I have a challenge for you (and DDP agreed that it would be helpful to you.)
You can do this with our date if you want (I don’t need the answers..) and you should do this after every date going forward.


After the date, write down:
– what she does for a living
– what the most interesting thing about her was
– what you found the least interesting about her
– at least two things she is passionate about

If you can’t answer those 4 questions, you didn’t let her talk enough. This information will also convince nosey aunts and grandmothers that you do take girls out on dates. (Bonus points if you can also list where she was most recently on vacation, or where her dream vacation would be.)

As for our date specifically, you seem very nice, and I enjoy your passion for life.
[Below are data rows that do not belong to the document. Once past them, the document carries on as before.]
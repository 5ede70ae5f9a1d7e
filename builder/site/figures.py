"""The atlas figures: matplotlib, SVG, one style across the atlas.

Every figure reads computed results (:mod:`builder.results`); none computes
thermodynamics.  The style is the atlas's own:

* lines are told apart by marker shape and fill as well as by colour (a
  colour-blind-safe palette after Okabe and Ito), so a grey print still reads:
  the bubble line has filled circles, the dew line open squares;
* the solid/dashed distinction is kept for one meaning only: a dashed part of
  a line lies outside a correlation's validity range, and it is labelled
  "extrapolated" on the plot and in the legend;
* the three-phase line (two liquids boiling together) is a thick grey bar;
  azeotropes are black stars with their numbers written beside them;
* axes carry quantity and unit (``Temperature / °C``); text stays text in the
  SVG (selectable, small files), set in a common sans-serif face.

Each :class:`Figure` carries its SVG, its file name, a caption and an alt
text that says what the figure shows in words.
"""

from __future__ import annotations

from collections.abc import Sequence
from dataclasses import dataclass
from typing import Any

import matplotlib

matplotlib.use("Agg")

import numpy as np
from matplotlib.axes import Axes
from matplotlib.figure import Figure as MplFigure
from matplotlib.lines import Line2D
from matplotlib.patches import Patch
from matplotlib.ticker import FuncFormatter
from matplotlib.transforms import ScaledTranslation
from numpy.typing import NDArray

from builder.analysis.results import ConditionResult, PairResults
from builder.analysis.second_opinion import SecondOpinion
from builder.catalogue.records import Component
from builder.site.context import Display, condition_slug
from builder.site.figures_canvas import Kept, plot_line, svg_bytes
from builder.site.figures_legend import LightLegend
from builder.site.figures_text import LightText
from builder.site.opinion_figures import Overlay, TraceOverlay, trace_overlay, txy_overlay
from builder.site.settings import SiteSettings
from builder.site.text import fmt, mpl_text, one_line, safe_id

__all__ = ["Figure", "component_figure", "pair_figures"]

FloatArray = NDArray[np.float64]
BoolArray = NDArray[np.bool_]

#: Okabe-Ito colour-blind-safe palette, darkest first, for curves of several conditions.
PALETTE = ("#0072B2", "#D55E00", "#009E73", "#CC79A7", "#E69F00", "#56B4E9", "#000000")
MARKERS = ("o", "s", "^", "D", "v", "P", "X")
BUBBLE_COLOUR = "#0b4f8a"
DEW_COLOUR = "#c2410c"
GREY = "#5b6770"

STYLE = {
    "font.family": "sans-serif",
    "font.sans-serif": ["DejaVu Sans", "Liberation Sans", "Arial", "Helvetica"],
    "font.size": 9.0,
    "axes.titlesize": 10.0,
    "axes.titleweight": "bold",
    "axes.titlelocation": "left",
    "axes.titley": 1.0,  # a fixed title position: no layout pass per figure (faster)
    "axes.labelsize": 9.0,
    "axes.edgecolor": "#3a444c",
    "axes.linewidth": 0.8,
    "axes.spines.top": False,
    "axes.spines.right": False,
    "axes.grid": True,
    "grid.color": "#d5dade",
    "grid.linewidth": 0.5,
    "xtick.labelsize": 8.0,
    "ytick.labelsize": 8.0,
    "legend.fontsize": 7.5,
    "legend.frameon": True,
    "legend.framealpha": 0.92,
    "legend.edgecolor": "#c5ccd2",
    "lines.linewidth": 1.6,
    "lines.markersize": 4.2,
    "svg.fonttype": "none",
    "svg.hashsalt": "vle-atlas",
    "figure.dpi": 96,
}

SIZE_IN = (4.4, 3.0)
TOP_IN = 0.5  # room for the title and the pair's names
#: Composition axis ticks where markers sit (one every 0.1).
_MARK_AT = np.linspace(0.0, 1.0, 11)
#: Figures kept per kind for reuse in this process (see :class:`.figures_canvas.Kept`).
_KEPT = Kept()


@dataclass(frozen=True)
class Figure:
    """One rendered figure: where it goes, its SVG, caption and alt text."""

    path: str  # site-relative, e.g. pairs/ethanol--water/txy-isobar-101-325kpa.svg
    svg: bytes
    alt: str
    caption: str
    group: str  # "condition", "xy", "gamma", "alpha", "trace", "vapour-pressure"
    slug: str = ""  # the condition's slug for "condition" figures
    width_px: int = round(SIZE_IN[0] * 96)
    height_px: int = round(SIZE_IN[1] * 96)


# ---------------------------------------------------------------------------
# Drawing helpers
# ---------------------------------------------------------------------------


def _margins(fig: MplFigure, left: float = 0.62, right: float = 0.14, bottom: float = 0.48,
             top: float = TOP_IN, wspace: float = 0.3) -> None:
    """Fixed margins in inches (faster than a layout engine, and the same on every figure)."""
    width, height = fig.get_size_inches()
    fig.subplots_adjust(left=left / width, right=1 - right / width, bottom=bottom / height,
                        top=1 - top / height, wspace=wspace)


def _new(kind: str, size: tuple[float, float] = SIZE_IN) -> tuple[MplFigure, Axes]:
    """A figure of one axes (a kept one of this ``kind``, as if new) with the fixed margins."""
    fig, (ax,) = _KEPT.take(kind, size)
    _margins(fig)
    return fig, ax


def _legend_below(fig: MplFigure, ax: Axes, handles: Sequence[Line2D | Patch],
                  ncol: int = 2, left: float = 0.62, top: float = TOP_IN,
                  wspace: float = 0.3) -> None:
    """The legend under the axes, never over the data: the figure grows to hold it."""
    rows = -(-len(handles) // ncol)
    width, height = fig.get_size_inches()
    axes_height = height - 0.48 - top
    axes_width = ax.get_position().width * width
    extra = 0.1 + 0.155 * rows
    fig.set_size_inches(width, height + extra)
    _margins(fig, left=left, bottom=0.48 + extra, top=top, wspace=wspace)
    # From near the figure's left edge, so that two columns of labels have its whole width.
    ax.add_artist(LightLegend(handles, loc="upper left", transform=ax.transAxes,
                              anchor=(-(left - 0.12) / axes_width, -0.44 / axes_height),
                              ncol=ncol, border_pad=0.0, handlelength=2.4,
                              columnspacing=1.4, fontsize=7.5))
However, I do think we are in very different places in life and don’t see it working out. Good luck! Dating’s a lot of fun!

 

I might have lied… Dating kind of sucks.

3 Responses to “Rejection Letter”

  1. The Perks of Being a Wildflower March 31, 2016 at 2:29 am #

    Haha, I wish I could do this after every bad date I go on! Some people just don’t know how to act like a human on a date, it’s quite terrifying! Great post 🙂

    Like

  2. SingleGirlsAnonymous March 31, 2016 at 4:47 pm #

    SUCH great information that you passed along to this guy. His future girlfriend should reach back out and thank you!

    Like

  3. mkimitch July 8, 2016 at 5:24 pm #

    I totes need a DDP. I, too, have made a lot of these same mistakes before, and I appreciate the opportunity to get a female perspective on them.

    And I agree, dating kind of sucks.